Saved data entries:
/** One published limit of total settlement and what it applies to. */
export interface TotalSettlementLimit {
  readonly source: 'Skempton & MacDonald (1956)' | 'EN 1997-1:2004 Annex H';
  /** The limit, m. */
  readonly totalSettlementM: number;
  readonly appliesTo: string;
  readonly description: string;
}

/**
 * Published limits of total settlement for isolated shallow foundations, for
 * a check's default limit with its source named. Skempton & MacDonald (1956),
 * "The allowable settlements of buildings", Proc. ICE 5(3):727–768 (maximum
 * settlements for isolated foundations that kept angular distortion within
 * 1/300 in the buildings they studied); EN 1997-1:2004 Annex H (informative:
 * total settlements up to 50 mm are often acceptable for normal structures
 * with isolated foundations). The figures are those quoted in the textbooks
 * (e.g. Das, *Principles of Foundation Engineering*, tolerable settlement of
 * buildings); the original papers were not at hand to check them against.
 */
export const TOTAL_SETTLEMENT_LIMITS: readonly TotalSettlementLimit[] = [
  { source: 'Skempton & MacDonald (1956)', totalSettlementM: 0.065, appliesTo: 'isolated foundations on clay', description: 'maximum settlement found compatible with an angular distortion of 1/300' },
  { source: 'Skempton & MacDonald (1956)', totalSettlementM: 0.04, appliesTo: 'isolated foundations on sand', description: 'maximum settlement found compatible with an angular distortion of 1/300' },
  { source: 'EN 1997-1:2004 Annex H', totalSettlementM: 0.05, appliesTo: 'isolated shallow foundations of normal structures', description: 'often acceptable, provided relative rotations stay within limits' },
];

**YOUR INSTRUCTIONS**
Restate the data word for word. Begin at its first line, end at the line that contains "0.04, appliesTo: 'isolated", and include both.

**RESULT BELOW**
/** One published limit of total settlement and what it applies to. */
export interface TotalSettlementLimit {
  readonly source: 'Skempton & MacDonald (1956)' | 'EN 1997-1:2004 Annex H';
  /** The limit, m. */
  readonly totalSettlementM: number;
  readonly appliesTo: string;
  readonly description: string;
}

/**
 * Published limits of total settlement for isolated shallow foundations, for
 * a check's default limit with its source named. Skempton & MacDonald (1956),
 * "The allowable settlements of buildings", Proc. ICE 5(3):727–768 (maximum
 * settlements for isolated foundations that kept angular distortion within
 * 1/300 in the buildings they studied); EN 1997-1:2004 Annex H (informative:
 * total settlements up to 50 mm are often acceptable for normal structures
 * with isolated foundations). The figures are those quoted in the textbooks
 * (e.g. Das, *Principles of Foundation Engineering*, tolerable settlement of
 * buildings); the original papers were not at hand to check them against.
 */
export const TOTAL_SETTLEMENT_LIMITS: readonly TotalSettlementLimit[] = [
  { source: 'Skempton & MacDonald (1956)', totalSettlementM: 0.065, appliesTo: 'isolated foundations on clay', description: 'maximum settlement found compatible with an angular distortion of 1/300' },
  { source: 'Skempton & MacDonald (1956)', totalSettlementM: 0.04, appliesTo: 'isolated foundations on sand', description: 'maximum settlement found compatible with an angular distortion of 1/300' },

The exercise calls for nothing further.